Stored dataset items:
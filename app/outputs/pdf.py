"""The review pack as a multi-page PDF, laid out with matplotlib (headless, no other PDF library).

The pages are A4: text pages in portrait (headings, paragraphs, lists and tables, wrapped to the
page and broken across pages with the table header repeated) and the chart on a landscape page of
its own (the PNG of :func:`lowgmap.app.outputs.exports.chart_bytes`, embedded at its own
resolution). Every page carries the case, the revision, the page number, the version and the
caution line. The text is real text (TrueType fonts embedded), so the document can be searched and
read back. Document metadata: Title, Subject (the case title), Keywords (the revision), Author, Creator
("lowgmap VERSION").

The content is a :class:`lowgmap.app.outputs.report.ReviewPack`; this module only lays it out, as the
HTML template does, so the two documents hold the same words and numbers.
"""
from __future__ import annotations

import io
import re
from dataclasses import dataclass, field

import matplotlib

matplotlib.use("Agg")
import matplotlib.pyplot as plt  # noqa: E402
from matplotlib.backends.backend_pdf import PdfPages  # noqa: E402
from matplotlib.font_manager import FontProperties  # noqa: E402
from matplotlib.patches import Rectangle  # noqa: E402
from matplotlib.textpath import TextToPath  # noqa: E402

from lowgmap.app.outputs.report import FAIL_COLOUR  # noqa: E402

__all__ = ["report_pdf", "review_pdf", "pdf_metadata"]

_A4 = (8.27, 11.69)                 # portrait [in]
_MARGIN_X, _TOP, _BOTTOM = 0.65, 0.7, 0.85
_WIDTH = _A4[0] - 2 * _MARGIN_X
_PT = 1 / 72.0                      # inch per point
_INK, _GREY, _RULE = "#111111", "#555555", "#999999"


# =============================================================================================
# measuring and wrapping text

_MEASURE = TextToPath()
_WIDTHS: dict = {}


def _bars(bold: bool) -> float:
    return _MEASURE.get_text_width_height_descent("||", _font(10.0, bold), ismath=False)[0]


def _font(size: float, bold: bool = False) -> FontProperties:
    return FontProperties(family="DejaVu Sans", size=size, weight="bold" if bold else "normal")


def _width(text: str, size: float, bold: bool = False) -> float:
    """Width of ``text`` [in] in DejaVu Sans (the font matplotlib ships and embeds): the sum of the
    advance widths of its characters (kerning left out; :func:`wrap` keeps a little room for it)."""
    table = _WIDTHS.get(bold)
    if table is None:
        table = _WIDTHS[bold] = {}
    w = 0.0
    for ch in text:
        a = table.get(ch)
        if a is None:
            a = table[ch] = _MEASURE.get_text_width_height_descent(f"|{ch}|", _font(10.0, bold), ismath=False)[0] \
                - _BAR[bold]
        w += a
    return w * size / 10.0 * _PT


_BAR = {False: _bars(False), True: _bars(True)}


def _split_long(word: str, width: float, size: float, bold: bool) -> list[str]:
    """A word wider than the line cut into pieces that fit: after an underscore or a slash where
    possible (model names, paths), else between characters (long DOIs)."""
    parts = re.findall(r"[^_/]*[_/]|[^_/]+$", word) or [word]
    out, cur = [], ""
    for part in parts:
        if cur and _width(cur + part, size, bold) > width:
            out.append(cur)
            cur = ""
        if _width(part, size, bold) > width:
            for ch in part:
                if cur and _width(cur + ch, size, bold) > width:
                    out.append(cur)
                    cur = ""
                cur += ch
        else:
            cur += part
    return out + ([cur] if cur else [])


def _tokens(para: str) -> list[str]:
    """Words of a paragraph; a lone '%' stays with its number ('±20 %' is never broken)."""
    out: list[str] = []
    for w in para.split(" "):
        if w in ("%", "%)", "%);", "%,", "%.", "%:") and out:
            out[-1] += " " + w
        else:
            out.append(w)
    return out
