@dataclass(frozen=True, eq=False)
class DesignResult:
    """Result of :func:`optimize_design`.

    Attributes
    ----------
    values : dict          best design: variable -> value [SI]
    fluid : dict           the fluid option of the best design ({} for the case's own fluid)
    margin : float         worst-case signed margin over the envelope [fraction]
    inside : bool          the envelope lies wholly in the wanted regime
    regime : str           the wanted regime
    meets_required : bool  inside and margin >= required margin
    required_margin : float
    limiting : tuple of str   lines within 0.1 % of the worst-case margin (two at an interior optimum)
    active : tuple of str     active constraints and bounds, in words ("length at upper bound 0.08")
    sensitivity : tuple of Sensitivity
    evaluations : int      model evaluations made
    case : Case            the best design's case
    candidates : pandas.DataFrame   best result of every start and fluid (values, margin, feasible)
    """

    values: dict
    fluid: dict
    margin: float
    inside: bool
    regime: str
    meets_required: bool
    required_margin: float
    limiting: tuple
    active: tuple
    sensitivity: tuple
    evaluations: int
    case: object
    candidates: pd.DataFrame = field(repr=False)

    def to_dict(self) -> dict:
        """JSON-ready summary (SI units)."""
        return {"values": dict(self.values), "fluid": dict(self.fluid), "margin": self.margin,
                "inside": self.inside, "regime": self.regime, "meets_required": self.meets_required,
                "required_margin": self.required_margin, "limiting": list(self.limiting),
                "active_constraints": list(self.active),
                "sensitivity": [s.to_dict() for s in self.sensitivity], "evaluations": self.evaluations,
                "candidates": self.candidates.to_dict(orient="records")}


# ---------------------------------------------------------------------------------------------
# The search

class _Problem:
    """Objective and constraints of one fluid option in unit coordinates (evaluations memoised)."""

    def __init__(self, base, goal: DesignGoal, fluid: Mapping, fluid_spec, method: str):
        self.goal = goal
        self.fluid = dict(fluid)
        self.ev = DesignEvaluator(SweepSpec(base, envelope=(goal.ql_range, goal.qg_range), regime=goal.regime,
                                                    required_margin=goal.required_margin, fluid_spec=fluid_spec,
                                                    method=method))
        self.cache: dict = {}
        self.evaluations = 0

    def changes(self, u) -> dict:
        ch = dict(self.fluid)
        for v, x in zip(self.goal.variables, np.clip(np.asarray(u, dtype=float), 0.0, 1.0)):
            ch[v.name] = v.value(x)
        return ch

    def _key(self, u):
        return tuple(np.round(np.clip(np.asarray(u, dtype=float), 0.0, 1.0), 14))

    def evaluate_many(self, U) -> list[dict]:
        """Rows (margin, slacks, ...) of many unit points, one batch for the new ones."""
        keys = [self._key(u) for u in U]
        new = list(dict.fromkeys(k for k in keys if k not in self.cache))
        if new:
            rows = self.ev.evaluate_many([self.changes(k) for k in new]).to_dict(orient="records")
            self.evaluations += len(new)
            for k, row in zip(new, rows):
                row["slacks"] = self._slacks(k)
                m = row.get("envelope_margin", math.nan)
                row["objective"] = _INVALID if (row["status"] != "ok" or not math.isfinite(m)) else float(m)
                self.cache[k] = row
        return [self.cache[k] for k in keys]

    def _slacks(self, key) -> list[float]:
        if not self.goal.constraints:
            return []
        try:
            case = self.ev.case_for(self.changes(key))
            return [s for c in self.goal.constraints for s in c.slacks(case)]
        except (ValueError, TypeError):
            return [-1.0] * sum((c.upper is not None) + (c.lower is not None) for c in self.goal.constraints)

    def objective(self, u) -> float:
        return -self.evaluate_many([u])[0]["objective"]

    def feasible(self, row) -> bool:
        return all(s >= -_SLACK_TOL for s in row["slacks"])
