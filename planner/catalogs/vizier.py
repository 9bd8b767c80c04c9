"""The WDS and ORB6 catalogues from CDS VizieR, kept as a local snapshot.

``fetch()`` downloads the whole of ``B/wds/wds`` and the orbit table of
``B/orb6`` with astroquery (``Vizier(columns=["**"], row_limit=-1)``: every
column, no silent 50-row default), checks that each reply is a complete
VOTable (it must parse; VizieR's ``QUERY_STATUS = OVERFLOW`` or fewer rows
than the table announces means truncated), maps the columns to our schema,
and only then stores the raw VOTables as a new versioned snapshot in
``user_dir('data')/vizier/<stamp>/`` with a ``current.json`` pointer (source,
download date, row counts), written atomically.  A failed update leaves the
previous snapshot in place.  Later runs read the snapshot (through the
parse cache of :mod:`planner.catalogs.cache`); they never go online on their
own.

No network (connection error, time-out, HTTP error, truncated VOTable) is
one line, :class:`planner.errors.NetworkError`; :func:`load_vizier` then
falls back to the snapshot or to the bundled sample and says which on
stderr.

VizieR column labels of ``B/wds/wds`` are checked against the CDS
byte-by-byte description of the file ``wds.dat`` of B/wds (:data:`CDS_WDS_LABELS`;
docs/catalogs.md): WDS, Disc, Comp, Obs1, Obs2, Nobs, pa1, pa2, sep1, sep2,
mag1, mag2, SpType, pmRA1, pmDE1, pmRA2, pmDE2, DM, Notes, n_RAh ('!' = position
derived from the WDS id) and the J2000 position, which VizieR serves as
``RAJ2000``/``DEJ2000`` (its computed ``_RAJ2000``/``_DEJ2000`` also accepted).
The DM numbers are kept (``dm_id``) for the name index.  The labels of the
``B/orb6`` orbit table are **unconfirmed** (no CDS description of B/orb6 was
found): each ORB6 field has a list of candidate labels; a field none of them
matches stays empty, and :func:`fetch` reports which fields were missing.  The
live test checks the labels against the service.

--

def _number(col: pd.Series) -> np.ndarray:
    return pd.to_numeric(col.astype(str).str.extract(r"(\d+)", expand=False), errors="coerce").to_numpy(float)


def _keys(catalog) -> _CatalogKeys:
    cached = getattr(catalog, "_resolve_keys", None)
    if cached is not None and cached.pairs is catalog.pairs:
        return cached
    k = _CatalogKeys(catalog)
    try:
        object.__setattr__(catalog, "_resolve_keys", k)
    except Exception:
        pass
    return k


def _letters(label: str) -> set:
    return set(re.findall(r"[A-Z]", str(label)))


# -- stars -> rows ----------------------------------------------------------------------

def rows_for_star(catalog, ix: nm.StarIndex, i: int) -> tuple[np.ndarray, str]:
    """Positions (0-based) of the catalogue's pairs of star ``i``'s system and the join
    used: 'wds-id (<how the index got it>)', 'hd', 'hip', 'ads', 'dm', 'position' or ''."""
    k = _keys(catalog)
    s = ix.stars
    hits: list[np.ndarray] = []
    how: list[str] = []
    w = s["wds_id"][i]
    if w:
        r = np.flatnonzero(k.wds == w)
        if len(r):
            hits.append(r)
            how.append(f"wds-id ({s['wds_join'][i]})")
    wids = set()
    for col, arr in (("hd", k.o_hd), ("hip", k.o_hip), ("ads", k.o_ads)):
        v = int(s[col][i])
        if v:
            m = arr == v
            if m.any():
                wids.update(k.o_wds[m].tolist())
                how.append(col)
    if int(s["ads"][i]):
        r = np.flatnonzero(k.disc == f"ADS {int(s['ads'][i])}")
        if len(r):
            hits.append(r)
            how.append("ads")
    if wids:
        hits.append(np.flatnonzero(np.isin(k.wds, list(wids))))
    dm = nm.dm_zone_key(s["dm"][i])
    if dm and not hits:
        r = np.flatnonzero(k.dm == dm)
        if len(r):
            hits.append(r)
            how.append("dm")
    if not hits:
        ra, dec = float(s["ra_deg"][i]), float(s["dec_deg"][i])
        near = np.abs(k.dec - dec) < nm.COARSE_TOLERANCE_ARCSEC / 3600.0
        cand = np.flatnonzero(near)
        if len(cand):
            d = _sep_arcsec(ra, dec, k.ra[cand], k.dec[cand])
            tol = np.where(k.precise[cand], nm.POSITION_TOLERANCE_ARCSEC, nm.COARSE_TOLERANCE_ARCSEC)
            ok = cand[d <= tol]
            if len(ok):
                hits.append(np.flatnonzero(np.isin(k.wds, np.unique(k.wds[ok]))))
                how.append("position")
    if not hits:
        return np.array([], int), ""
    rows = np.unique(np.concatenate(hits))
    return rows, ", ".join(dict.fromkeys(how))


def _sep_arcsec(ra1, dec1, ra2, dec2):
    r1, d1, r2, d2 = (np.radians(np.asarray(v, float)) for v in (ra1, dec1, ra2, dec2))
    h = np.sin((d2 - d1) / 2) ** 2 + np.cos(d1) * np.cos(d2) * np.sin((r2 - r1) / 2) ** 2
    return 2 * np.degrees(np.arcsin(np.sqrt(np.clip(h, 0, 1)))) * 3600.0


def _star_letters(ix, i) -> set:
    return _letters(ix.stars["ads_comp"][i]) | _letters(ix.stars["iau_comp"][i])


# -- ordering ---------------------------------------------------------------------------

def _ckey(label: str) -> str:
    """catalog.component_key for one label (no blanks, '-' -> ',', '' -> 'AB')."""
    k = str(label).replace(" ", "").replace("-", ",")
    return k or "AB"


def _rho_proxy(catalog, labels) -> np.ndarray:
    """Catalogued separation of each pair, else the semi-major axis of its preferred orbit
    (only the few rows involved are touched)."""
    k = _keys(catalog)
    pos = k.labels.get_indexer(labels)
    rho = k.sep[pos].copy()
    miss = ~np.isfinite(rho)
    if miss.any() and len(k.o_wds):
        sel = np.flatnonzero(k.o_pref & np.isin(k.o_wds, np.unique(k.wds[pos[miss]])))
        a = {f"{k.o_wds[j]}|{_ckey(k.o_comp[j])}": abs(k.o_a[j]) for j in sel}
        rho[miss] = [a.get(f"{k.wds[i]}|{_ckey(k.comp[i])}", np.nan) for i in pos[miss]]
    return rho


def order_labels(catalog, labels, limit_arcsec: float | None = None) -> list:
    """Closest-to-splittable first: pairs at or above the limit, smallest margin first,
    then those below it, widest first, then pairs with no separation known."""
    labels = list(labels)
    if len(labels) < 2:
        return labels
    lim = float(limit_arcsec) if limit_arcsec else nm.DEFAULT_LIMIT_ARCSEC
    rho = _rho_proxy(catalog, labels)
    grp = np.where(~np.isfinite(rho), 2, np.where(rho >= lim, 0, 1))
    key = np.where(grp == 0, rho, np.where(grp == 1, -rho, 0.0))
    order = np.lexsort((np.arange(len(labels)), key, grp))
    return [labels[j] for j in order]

--

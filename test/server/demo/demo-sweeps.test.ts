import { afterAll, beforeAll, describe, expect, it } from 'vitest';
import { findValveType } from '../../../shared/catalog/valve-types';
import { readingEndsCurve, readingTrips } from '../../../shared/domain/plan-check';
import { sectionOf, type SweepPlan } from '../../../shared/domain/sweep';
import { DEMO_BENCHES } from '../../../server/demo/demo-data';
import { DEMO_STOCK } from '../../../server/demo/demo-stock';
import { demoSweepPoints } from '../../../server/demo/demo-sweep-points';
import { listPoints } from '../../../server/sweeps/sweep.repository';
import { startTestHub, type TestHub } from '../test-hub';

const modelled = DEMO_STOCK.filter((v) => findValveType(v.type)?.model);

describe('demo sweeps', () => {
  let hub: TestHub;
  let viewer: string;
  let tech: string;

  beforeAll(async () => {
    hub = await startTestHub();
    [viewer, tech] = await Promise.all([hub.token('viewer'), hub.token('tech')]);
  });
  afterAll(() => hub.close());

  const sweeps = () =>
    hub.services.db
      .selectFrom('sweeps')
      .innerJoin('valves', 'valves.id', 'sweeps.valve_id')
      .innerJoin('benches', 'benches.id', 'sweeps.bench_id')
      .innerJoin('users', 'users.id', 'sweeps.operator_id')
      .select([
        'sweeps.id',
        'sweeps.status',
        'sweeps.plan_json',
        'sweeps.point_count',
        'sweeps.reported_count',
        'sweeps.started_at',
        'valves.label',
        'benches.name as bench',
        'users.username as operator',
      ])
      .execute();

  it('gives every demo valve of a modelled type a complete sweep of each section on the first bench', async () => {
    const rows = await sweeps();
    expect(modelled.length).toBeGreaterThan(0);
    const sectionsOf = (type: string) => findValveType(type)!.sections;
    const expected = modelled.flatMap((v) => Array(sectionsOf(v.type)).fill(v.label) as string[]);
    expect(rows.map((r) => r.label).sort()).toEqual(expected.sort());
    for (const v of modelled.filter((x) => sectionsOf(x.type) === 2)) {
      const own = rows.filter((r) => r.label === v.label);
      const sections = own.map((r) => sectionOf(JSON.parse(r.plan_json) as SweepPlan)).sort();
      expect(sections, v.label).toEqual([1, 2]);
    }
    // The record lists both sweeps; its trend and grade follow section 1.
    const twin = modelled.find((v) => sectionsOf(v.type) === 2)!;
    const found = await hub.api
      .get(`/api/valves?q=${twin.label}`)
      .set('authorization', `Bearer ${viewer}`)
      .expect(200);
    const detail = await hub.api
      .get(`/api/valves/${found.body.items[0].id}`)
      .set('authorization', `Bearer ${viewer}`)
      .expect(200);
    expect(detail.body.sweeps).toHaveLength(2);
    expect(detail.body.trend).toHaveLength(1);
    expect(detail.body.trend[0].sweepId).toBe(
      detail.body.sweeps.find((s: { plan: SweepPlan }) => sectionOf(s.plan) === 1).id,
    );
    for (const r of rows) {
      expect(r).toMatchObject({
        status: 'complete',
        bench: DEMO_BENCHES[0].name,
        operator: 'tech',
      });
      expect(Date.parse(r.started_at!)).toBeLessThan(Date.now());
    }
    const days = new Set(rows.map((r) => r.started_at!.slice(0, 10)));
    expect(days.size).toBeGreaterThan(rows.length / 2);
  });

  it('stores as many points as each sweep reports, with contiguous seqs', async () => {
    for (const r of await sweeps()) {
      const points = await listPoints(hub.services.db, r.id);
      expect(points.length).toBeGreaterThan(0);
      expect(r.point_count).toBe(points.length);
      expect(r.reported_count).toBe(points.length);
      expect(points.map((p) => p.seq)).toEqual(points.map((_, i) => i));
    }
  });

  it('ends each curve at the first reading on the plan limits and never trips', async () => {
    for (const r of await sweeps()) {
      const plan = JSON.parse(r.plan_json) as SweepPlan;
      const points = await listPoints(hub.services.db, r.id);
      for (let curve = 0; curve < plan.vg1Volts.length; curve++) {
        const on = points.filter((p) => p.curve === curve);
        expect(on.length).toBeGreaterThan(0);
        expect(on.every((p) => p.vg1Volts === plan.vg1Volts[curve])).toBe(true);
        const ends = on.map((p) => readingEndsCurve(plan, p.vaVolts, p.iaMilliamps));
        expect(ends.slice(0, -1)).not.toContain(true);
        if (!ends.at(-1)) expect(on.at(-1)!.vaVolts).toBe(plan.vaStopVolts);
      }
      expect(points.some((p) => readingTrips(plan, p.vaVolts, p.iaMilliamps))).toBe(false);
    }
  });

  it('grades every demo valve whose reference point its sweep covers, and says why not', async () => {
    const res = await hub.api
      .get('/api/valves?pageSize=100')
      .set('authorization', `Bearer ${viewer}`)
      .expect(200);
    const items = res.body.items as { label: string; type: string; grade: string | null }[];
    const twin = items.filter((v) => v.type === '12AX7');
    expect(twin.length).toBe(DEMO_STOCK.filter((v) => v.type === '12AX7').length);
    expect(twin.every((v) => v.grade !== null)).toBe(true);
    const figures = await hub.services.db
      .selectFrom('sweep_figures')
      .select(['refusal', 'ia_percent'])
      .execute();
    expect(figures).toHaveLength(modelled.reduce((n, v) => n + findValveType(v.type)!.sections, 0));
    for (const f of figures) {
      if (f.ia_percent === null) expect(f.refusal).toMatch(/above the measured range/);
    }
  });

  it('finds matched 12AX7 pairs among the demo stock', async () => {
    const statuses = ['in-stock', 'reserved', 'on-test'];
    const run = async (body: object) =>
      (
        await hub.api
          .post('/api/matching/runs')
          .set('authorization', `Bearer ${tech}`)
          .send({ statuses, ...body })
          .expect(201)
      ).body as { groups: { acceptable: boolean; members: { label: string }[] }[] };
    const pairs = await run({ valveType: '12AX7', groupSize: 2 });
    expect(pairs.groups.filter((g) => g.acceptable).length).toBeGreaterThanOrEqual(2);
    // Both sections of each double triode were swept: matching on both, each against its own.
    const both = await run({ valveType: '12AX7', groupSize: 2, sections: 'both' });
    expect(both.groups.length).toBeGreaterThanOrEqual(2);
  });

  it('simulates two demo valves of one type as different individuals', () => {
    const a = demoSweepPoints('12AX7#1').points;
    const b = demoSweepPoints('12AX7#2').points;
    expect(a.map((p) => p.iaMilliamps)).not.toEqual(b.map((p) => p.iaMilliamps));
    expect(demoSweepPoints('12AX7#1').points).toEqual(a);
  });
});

EXERCISE DETAILS:
A complete answer reproduces every line of the records in which the word "fetch" occurs.

REPLY:
``fetch()`` downloads the whole of ``B/wds/wds`` and the orbit table of
matches stays empty, and :func:`fetch` reports which fields were missing.  The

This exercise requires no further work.